RIBUAN orang yang memadati Gedung Olahraga Rudy Resnama di Kota Banjarbaru, Kalimantan Selatan, mengikuti aba-aba Presiden Joko Widodo yang meminta mereka mengacungkan sertifikat tanah yang mereka pegang. "Ini bukti program sertifikasi lahan itu jalan," kata Jokowi pada Senin pekan lalu. "Karena ada yang bilang pembagian sertifikat itu pengibulan."

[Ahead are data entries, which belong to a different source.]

package gen

import (
	"math"
	"sync"
	"testing"

	"groundtally/geo"
)

// shipped builds the island that ships once for all tests.
var shipped = sync.OnceValues(func() (*isle, error) { return makeIsle(Seed) })

func theIsle(t *testing.T) *isle {
	t.Helper()
	s, err := shipped()
	if err != nil {
		t.Fatal(err)
	}
	return s
}

func within(t *testing.T, what string, got, lo, hi float64) {
	t.Helper()
	if got < lo || got > hi {
		t.Errorf("%s is %g, want %g to %g", what, got, lo, hi)
	}
}

func TestIslandHasTheStatedSize(t *testing.T) {
	s := theIsle(t)
	e := geo.EmptyExtent()
	for _, p := range s.land.shore {
		e = e.Add(p)
	}
	within(t, "width in m", e.MaxX-e.MinX, 23000, 25000)
	within(t, "height in m", e.MaxY-e.MinY, 14000, 16000)
	peak := 0.0
	for _, h := range s.land.height.v {
		peak = math.Max(peak, h)
	}
	within(t, "highest point in m", peak, peakM-0.05, peakM+0.05)

	big := 0
	for _, p := range s.parcels {
		if p.areaHa > 1 {
			big++
		}
	}
	within(t, "parcels", float64(len(s.parcels)), 1150, 1300)
	within(t, "parcels over 1 ha", float64(big), 560, 680)
	lived, households := 0, 0
	for _, d := range s.dwellings {
		if d.class != "not lived in" {
			lived++
			households += d.households
		}
	}
	within(t, "dwellings with barns", float64(len(s.dwellings)), 1850, 2000)
	within(t, "people at 2.3 to a household", 2.3*float64(households), 7500, 10500)
	if lived == len(s.dwellings) {
		t.Error("there are no barns")
	}
}

// Parcels tile: every ring is simple, no two rings cross, no parcel's middle lies in another.
func TestParcelsTile(t *testing.T) {
	s := theIsle(t)
	m := newMapper(s)
	idx := newSegments(150)
	type side struct{ a, b geo.XY }
	sides := map[side]bool{}
	for i, p := range s.parcels {
		if !simpleRing(p.ring) {
			t.Errorf("%s crosses itself", p.id)
		}
		if ringArea(p.ring) <= 0 {
			t.Errorf("%s turns right", p.id)
		}
		idx.addRing(p.ring, i)
		for k := range p.ring {
			sides[side{p.ring[k], p.ring[(k+1)%len(p.ring)]}] = true
		}
	}
	for i := range s.parcels {
		if at := m.parcelAt(s.parcels[i].middle); at != i {
			t.Errorf("the middle of %s lies in parcel %d", s.parcels[i].id, at)
		}
	}
	crossings := 0
	for i := range idx.a {
		a, b := idx.a[i], idx.b[i]
		for _, j := range idx.near(geo.EmptyExtent().Add(a).Add(b)) {
			if int(j) <= i || idx.tag[j] == idx.tag[i] {
				continue
			}
			c, d := idx.a[j], idx.b[j]
			const end = 1e-7
			if tt, u, ok := crossing(a, b, c, d); ok && tt > end && tt < 1-end && u > end && u < 1-end {
				crossings++
				if crossings < 6 {
					t.Errorf("%s and %s cross near %v", s.parcels[idx.tag[i]].id, s.parcels[idx.tag[j]].id, along(a, b, tt))
				}
			}
		}
	}
	shared := 0
	for e := range sides {
		if sides[side{e.b, e.a}] {
			shared++
		}
	}
	if 2*shared < len(sides)/2 {
		t.Errorf("only %d of %d sides are shared point by point", shared, len(sides))
	}
}

// One can drive from everywhere to everywhere: main road and lanes are joined at common points.
func TestRoadsAreOneNetwork(t *testing.T) {
	s := theIsle(t)
	parent := map[geo.XY]geo.XY{}
	var find func(p geo.XY) geo.XY
	find = func(p geo.XY) geo.XY {
		if q, ok := parent[p]; ok && q != p {
			r := find(q)
			parent[p] = r
			return r
		}
		parent[p] = p
		return p
	}
	var first geo.XY
	for i, r := range s.roads {
		if r.class == "street" {
			continue
		}
		if i == 0 {
			first = r.line[0]
		}
		for k := 1; k < len(r.line); k++ {
			parent[find(r.line[k])] = find(r.line[k-1])
		}
	}
	for _, r := range s.roads {
		if r.class != "street" && find(r.line[0]) != find(first) {
			t.Errorf("a %s near %v is cut off", r.class, r.line[0])
		}
	}
	ways := newSegments(200)
	for i, r := range s.roads {
		ways.addLine(r.line, i)
	}
	for _, d := range s.dwellings {
		if dist, _ := ways.nearest(d.at, 1000); dist < leastRoadGapM-0.02 {
			t.Errorf("dwelling %s stands %.1f m from the middle of a road", d.id, dist)
		}
		if !inRing(d.at, s.land.shore) {
			t.Errorf("dwelling %s stands in the sea", d.id)
		}
	}
}

// Water runs down to the sea, and the big river is the only one with a flood plain.
func TestStreamsRunDown(t *testing.T) {
	s := theIsle(t)
	toSea := 0
	for _, w := range s.land.streams {
		first, last := w.line[0], w.line[len(w.line)-1]
		if s.land.ground(first) <= s.land.ground(last) {
			t.Errorf("%s begins at %.1f m and ends at %.1f m", w.name, s.land.ground(first), s.land.ground(last))
		}
		if s.land.inland.at(last) <= 0 {
			toSea++
		}
	}
	if toSea < 3 {
		t.Errorf("only %d streams reach the sea", toSea)
	}
	if s.land.mainLine() == nil {
		t.Error("no main river")
	}
}

// Zones of one layer never overlap, and their rings are simple.
func TestZonesAreClean(t *testing.T) {
	m := newMapper(theIsle(t))
	for name, f := range map[string]func(geo.XY) int{"soil": m.soil, "cover": m.cover, "grade": m.grade} {
		var area float64
		zs := zones(m.ext, 90, 2, f)
		for _, z := range zs {
			if !simpleRing(z.outer) {
				t.Errorf("%s: a ring of class %d near %v touches itself", name, z.class, z.outer[0])
			}
			area += ringArea(z.outer)
			for _, h := range z.holes {
				area += ringArea(h)
			}
		}
		// A point in two zones would show in a sample.
		r := stream(Seed, "sample "+name)
		for range 400 {
			p := geo.XY{X: between(r, -12000, 12000), Y: between(r, -7500, 7500)}
			n := 0
			for _, z := range zs {
				if !inRing(p, z.outer) {
					continue
				}
				n++
				for _, h := range z.holes {
					if inRing(p, h) {
						n--
					}
				}
			}
			if n > 1 || n == 0 && name != "grade" && m.land.inland.at(p) > 0 {
				t.Errorf("%s: point %v lies in %d zones", name, p, n)
			}
		}
		if area <= 0 {
			t.Errorf("%s covers nothing", name)
		}
	}
}

func TestBowTieCrossesItself(t *testing.T) {
	r := []geo.XY{{X: 0, Y: 0}, {X: 100, Y: 0}, {X: 100, Y: 100}, {X: 0, Y: 100}}
	if simpleRing(bowTie(r)) {
		t.Error("the ring is still simple")
	}
}

func BenchmarkIsle(b *testing.B) {
	for b.Loop() {
		if _, err := makeIsle(Seed); err != nil {
			b.Fatal(err)
		}
	}
}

Presiden menekankan kata "pengibulan" mengutip kata yang sama yang diucapkan Ketua Dewan Kehormatan Partai Amanat Nasional Amien Rais delapan hari sebelumnya di Bandung. Amien menuduh pemerintahan Jokowi berbohong dalam program percepatan sertifikasi tanah kepada masyarakat. Menurut Amien, sertifikasi itu hanya ilusi pemerintah karena faktanya, kata dia, sebanyak 74 persen tanah di Indonesia dikuasai segelintir orang.

Setelah menyerahkan 3.630 sertifikat tanah di Banjarbaru, Jokowi mengakui kepemilikan tanah masih timpang. Masyarakat pemilik tanah sering kalah dalam sengketa lahan karena tak punya dokumen resmi. Namun pernyataan Amien juga meleset karena sertifikasi lahan sedang dikerjakan pemerintah Jokowi.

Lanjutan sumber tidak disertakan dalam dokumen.